Why you'll probably never be satisfied with your CMS

NOV 18

The people who buy enterprise software are not the people who use it. What is it about 'enterprise ready' CMS that makes you hate it?

Written by Steve Morris

Why you'll probably never be satisfied with your CMS

We were recently asked to build a new web site for a reseller of CAD software, the vendor's main site had the wrong messages for a UK audience so we decided to essentially start again and reuse as many of the assets as we could. The original site had a CMS built with Wordpress, so we spoke with the vendor.
"What will you use?" they asked.
This was an easy one to answer, "We can't answer that now because we don't what the content strategy looks like yet."

There was nothing evasive about our answer - in order to avoid compromising ourselves we need to fully understand the content requirements.

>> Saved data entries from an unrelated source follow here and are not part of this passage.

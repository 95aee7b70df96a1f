import type { Page } from "playwright-core";
import { BASE_URL, demoCredentials, type Role } from "../browser";

export class SignInPage {
  constructor(private readonly page: Page) {}

  async goto(query = "") {
    await this.page.goto(`${BASE_URL}/sign-in${query}`);
  }

  async signIn(email: string, password: string) {
    await this.page.fill("#email", email);
    await this.page.fill("#password", password);
    await this.page.click("button[type=submit]");
  }

  /** Wait until the form's error message contains `text`. */
  async expectError(text: string) {
    await this.page.getByTestId("sign-in-error").filter({ hasText: text }).waitFor({ timeout: 10_000 });
  }
}

/** Sign in as a demo role (or any e-mail and password) and wait for the dashboard. */
export async function signInAs(page: Page, who: Role | { email: string; password: string }) {
  const c = typeof who === "string" ? demoCredentials(who) : who;
  const signIn = new SignInPage(page);
  await signIn.goto();
  await signIn.signIn(c.email, c.password);
  await page.waitForURL(`${BASE_URL}/dashboard`, { timeout: 20_000 });
}
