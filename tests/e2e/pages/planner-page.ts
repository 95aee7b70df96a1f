import type { Page } from "playwright-core";
import { BASE_URL } from "../browser";

/** One Plotly trace as the planner draws it. */
export interface PlotTrace {
  name: string;
  x: number[];
  y: number[];
}

export type PlannerChart = "axial" | "lateral" | "peak" | "focal-shift";

export class PlannerPage {
  constructor(private readonly page: Page) {}

  async goto(query: Record<string, string> = {}) {
    const q = new URLSearchParams(query).toString();
    await this.page.goto(`${BASE_URL}/planner${q ? `?${q}` : ""}`);
    await this.page.getByTestId("planner-inputs").waitFor();
  }

  async chooseMedium(id: string) {
    await this.page.selectOption("#p-medium", id);
  }

  async setDeepestPlane(depthUm: number) {
    await this.page.fill("#p-depth", String(depthUm));
  }

  /**
   * Wait until the ranking and all four charts show a result computed for `depthUm`
   * (the focal-shift chart's x axis is the nominal travel, so its last x is the deepest plane).
   */
  async waitForResult(depthUm: number, objectiveCount: number) {
    await this.page
      .getByTestId("planner-ranking")
      .filter({ hasText: `to ${depthUm} µm` })
      .waitFor({ timeout: 30_000 });
    await this.page.waitForFunction(
      ({ depth, count }) => {
        const charts = ["axial", "lateral", "peak", "focal-shift"].map(
          (c) =>
            document.querySelector(`[data-testid=planner-chart-${c}] .js-plotly-plot`) as
              (Element & { data?: Array<{ x: number[] }> }) | null,
        );
        if (charts.some((c) => !c?.data || c.data.length !== count)) return false;
        const focal = charts[3]!.data!;
        return focal.every((t) => t.x[t.x.length - 1] === depth);
      },
      { depth: depthUm, count: objectiveCount },
      { timeout: 30_000 },
    );
  }

  /** Objective ids in ranking order. */
  async rankingIds(): Promise<string[]> {
    return this.page
      .locator("[data-testid=planner-rank-item]")
      .evaluateAll((els) => els.map((e) => e.getAttribute("data-objective-id") ?? ""));
  }

  /** The traces of one chart, read from the Plotly element in the DOM. */
  async traces(chart: PlannerChart): Promise<PlotTrace[]> {
    return this.page.evaluate((c) => {
      const el = document.querySelector(`[data-testid=planner-chart-${c}] .js-plotly-plot`) as
        (Element & { data?: Array<{ name: string; x: number[]; y: number[] }> }) | null;
      return (el?.data ?? []).map((t) => ({ name: t.name, x: Array.from(t.x), y: Array.from(t.y) }));
    }, chart);
  }

  /** All four charts' traces (for comparing two renderings of the same plan). */
  async allTraces(): Promise<Record<PlannerChart, PlotTrace[]>> {
    return {
      axial: await this.traces("axial"),
      lateral: await this.traces("lateral"),
      peak: await this.traces("peak"),
      "focal-shift": await this.traces("focal-shift"),
    };
  }
}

Only then can we know what tool is best suited to supporting those specific requirements. For example:

  • What kind of content are you creating?
  • Who's going to need to edit this content?
  • How often will they need to do this?
  • What's the editorial plan?
  • Who has ownership?

Once we start shaping the content strategy we can consider how best to provide something that will support these aims in an ongoing and sustainable way.

So what's the big problem with CMS?
In the words of the eminent Content Strategist, Erin Kissane in her excellent book "Elements of Content Strategy":

“Since they first appeared, content management systems have looked to many companies like a way to buy and automate editorial processes that actually require a lot of time from skilled, paid human beings.”

True life tales of woe
Oh how I could regale you with tales of CMS woe: the product microsite with a popular CMS engine hastily shoved in that was simply not fit for purpose; the business manager who was tearing his hair out because he had to go to an expensive 'specialist' for his needlessly complex CMS; The manager who inherited ownership of a school web site and was so frustrated with the CMS that she considered rebuilding the whole site less than a year after the new site had gone live. These systems aren't solely to blame, but have you ever used the corkscrew on a Swiss army knife to open a bottle of wine? It'll do it, but you wouldn't want to use it too often.

Beware the box marked 'enterprise'
Back in 2007 Jason Fried wrote of enterprise software that it basically sucked. The nub of it was this:

"The people who buy enterprise software aren’t the people who use enterprise software."

Anyone who's used an 'enterprise level' CMS will know this only too well. Clay Johnson, after seeing too many large organisations waste money on trying to make their CMS work, wrote back in 2009:

"At the end of the day, you're probably going to want to do something that Content Management System can't do or worse—you're going to run into something that your content management system can do and does poorly."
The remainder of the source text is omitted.